The shaded portion shows the complement of set A, this shows that all the elements which are not the elements of A.
Complement of a Set Examples
Example 1: U(universal set) is a set of natural numbers and A is a set of odd numbers find A’?
Given a universal set and a set of odd numbers.
U = {x: x is set of natural numbers} and
A = {x: x is a set of odd natural numbers}
∴ A’ = {x: x is a set of even natural numbers}
Example 2: U(universal set) is a set of integers and A is a set of odd integers find A’?
Given a universal set and a set of odd numbers.
U = {x: x is set of integers} and
A = {x: x is a set of odd integers}
∴ A’ = {x: x is a set of even integers}
Example 3: Universal set is letters in English alphabet and A is a set of vowels in English alphabet.
find A’?
Given a universal set and a set of vowel in English alphabet.

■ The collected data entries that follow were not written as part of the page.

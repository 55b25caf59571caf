import { ChangeDetectionStrategy, Component, inject, signal } from '@angular/core';
import { AutoLayout } from '../auto-layout';
import { canvasView } from '../canvas-view';
import { layoutFromElk, layoutGraph } from '../layout-graph';
import { ModelCanvas } from '../model-canvas';
import { layoutKey, withLayout, type EditableModel } from '../model-graph';
import { syntheticFaultTree } from './synthetic-model';

/** Frame-time statistics of a recording, in milliseconds. */
export interface FrameStats {
  readonly frames: number;
  readonly meanMs: number;
  readonly p95Ms: number;
  readonly maxMs: number;
  /** Frames that took longer than two 60 Hz frames (33.4 ms): visible stutter. */
  readonly slowFrames: number;
}

interface BenchApi {
  readonly nodeCount: number;
  readonly layoutMs: readonly number[];
  readonly ready: boolean;
  startFrames(): void;
  stopFrames(): FrameStats;
}

const NODE_COUNT = 300;
const LAYOUT_RUNS = 3;
const GRID_COLUMNS = 20;
/** Longer than two frames at 60 Hz (2 x 16.7 ms). */
const SLOW_FRAME_MS = 33.4;

/**
 * The canvas with a synthetic 300-card fault tree, for scripts/bench-canvas.ts: it times the ELK layout
 * in the worker and records frame times while the script pans, and shows the figures on the page.
 */
@Component({
  selector: 'pl-canvas-bench',
  imports: [ModelCanvas],
  template: `
    <p class="figures" data-bench-figures>
      {{ nodeCount }} cards · ELK layout {{ layoutText() }} · {{ frameText() }}
    </p>
    @if (model(); as current) {
      <pl-model-canvas class="canvas" [model]="current" (edit)="model.set($event)" />
    }
  `,
  styles: `
    :host {
      display: flex;
      flex-direction: column;
      height: 100vh;
    }
    .figures {
      margin: 0;
      padding: 6px 12px;
      font: var(--mat-sys-body-medium);
    }
    .canvas {
      flex: 1 1 auto;
      min-height: 0;
    }
  `,
  changeDetection: ChangeDetectionStrategy.OnPush,
})
export class CanvasBench {
  private readonly autoLayout = inject(AutoLayout);

  protected readonly model = signal<EditableModel | null>(null);
  protected readonly layoutText = signal('running…');
  protected readonly frameText = signal('pan to record frame times');
  private readonly layoutRuns: number[] = [];
  private frameTimes: number[] = [];
  private recording = false;
  private ready = false;
  protected nodeCount = 0;

  constructor() {
    void this.run();
    const api: BenchApi = {
      get nodeCount() {
        return bench.nodeCount;
      },
      get layoutMs() {
        return bench.layoutRuns;
      },
      get ready() {
        return bench.ready;
      },
      startFrames: () => this.startFrames(),
      stopFrames: () => this.stopFrames(),
    };
    const bench = this;
    (window as unknown as { plBench: BenchApi }).plBench = api;
  }

  private async run(): Promise<void> {
    const tree = syntheticFaultTree(NODE_COUNT);
    const view = canvasView(tree, []);
    this.nodeCount = view.nodes.length;
    for (let run = 0; run < LAYOUT_RUNS; run++) {
      const start = performance.now();
      const result = await this.autoLayout.layout(layoutGraph(tree, view));
      this.layoutRuns.push(performance.now() - start);
      if (layoutFromElk(view, result)[tree.top] === undefined) throw new Error('the layout lost the top gate');
    }
    this.layoutText.set(this.layoutRuns.map((ms) => `${ms.toFixed(0)} ms`).join(', '));
    // The layered tree is one very wide row of events; for the frame times the cards are shown on a
    // compact grid instead, so that all of them are on screen while panning.
    const grid: Record<string, { x: number; y: number }> = {};
    view.nodes.forEach((node, index) => (grid[layoutKey(node.ref)] = { x: (index % GRID_COLUMNS) * 240, y: Math.floor(index / GRID_COLUMNS) * 160 }));
    this.model.set(withLayout(tree, grid));
    requestAnimationFrame(() => requestAnimationFrame(() => (this.ready = true)));
  }

  private startFrames(): void {
    this.frameTimes = [];
    this.recording = true;
    let last = performance.now();
    const tick = (now: number): void => {
      if (!this.recording) return;
      this.frameTimes.push(now - last);
      last = now;
      requestAnimationFrame(tick);
    };
    requestAnimationFrame(tick);
  }

  private stopFrames(): FrameStats {
    this.recording = false;
    const sorted = [...this.frameTimes.slice(1)].sort((a, b) => a - b);
    const stats: FrameStats = {
      frames: sorted.length,
      meanMs: sorted.reduce((sum, value) => sum + value, 0) / Math.max(1, sorted.length),
      p95Ms: sorted[Math.min(sorted.length - 1, Math.floor(sorted.length * 0.95))] ?? 0,
      maxMs: sorted[sorted.length - 1] ?? 0,
      slowFrames: sorted.filter((value) => value > SLOW_FRAME_MS).length,
    };
    this.frameText.set(`panning: ${stats.frames} frames, mean ${stats.meanMs.toFixed(1)} ms, p95 ${stats.p95Ms.toFixed(1)} ms, max ${stats.maxMs.toFixed(1)} ms, ${stats.slowFrames} over ${SLOW_FRAME_MS} ms`);
    return stats;
  }
}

U = {x: x is set of English alphabet} and
A = {x: x is a set of vowel in English}
∴ A’ = {x: x is a set of consonants}
Complement of a Set with Venn Diagrams
Example 1: If U = {1, 2, 3, 4, 5,}, A = {1, 2, 3,} find A’?
Solution: Given that U = {1, 2, 3, 4, 5,} and
A = {1, 2, 3,}
We observe that 4 and 5 only elements of universal set which do not belong to A.
∴ A’ = {4, 5,}
Therefore A’ = {4, 5,}
Example 2: If U = {a, b, c, d, e,} A = {a, b, c,}
find A’?
Solution: Given that U = {a, b, c, d, e,} and
A = {a, b, c,}
We observe that only d and e elements of universal
set which do not belong to A.
∴ A = {a, b, c,}
Therefore A’ = {d, e,}
Complement of union of Set with Venn Diagrams
Example 3: If U = {a, b, c, d, e, f, g} and (A∪B) = {a, b, f, g}, find (A∪B)’?
Solution: Given that U = {a, b, c, d, e, f, g} and
(A∪B) = {a, b, f, g}
∴ (A∪B)’ = {c, d, e}
Law of empty set and Universal set
(1) Complement of a universal set is a empty set.
U’ = ∅
(2) Complement of a empty set is a universal set.
∅’ = U
(3) The set and its complement are disjoint sets.
Properties of Complement of sets
1. a. A∪A’ = U {Law of Complement}
b. A∩A’ = ∅ {Law of Complement}
2. a. {A∪B}’ = A’∩B’ {De Morgan’s Law}
b. { A∩B}’ = A’∪B’ {De Morgan’s Law }
3. {A’}’ = A {Law of double Complementation}
4. U’ = ∅ and
∅’ = U {Law of empty set and Universal set}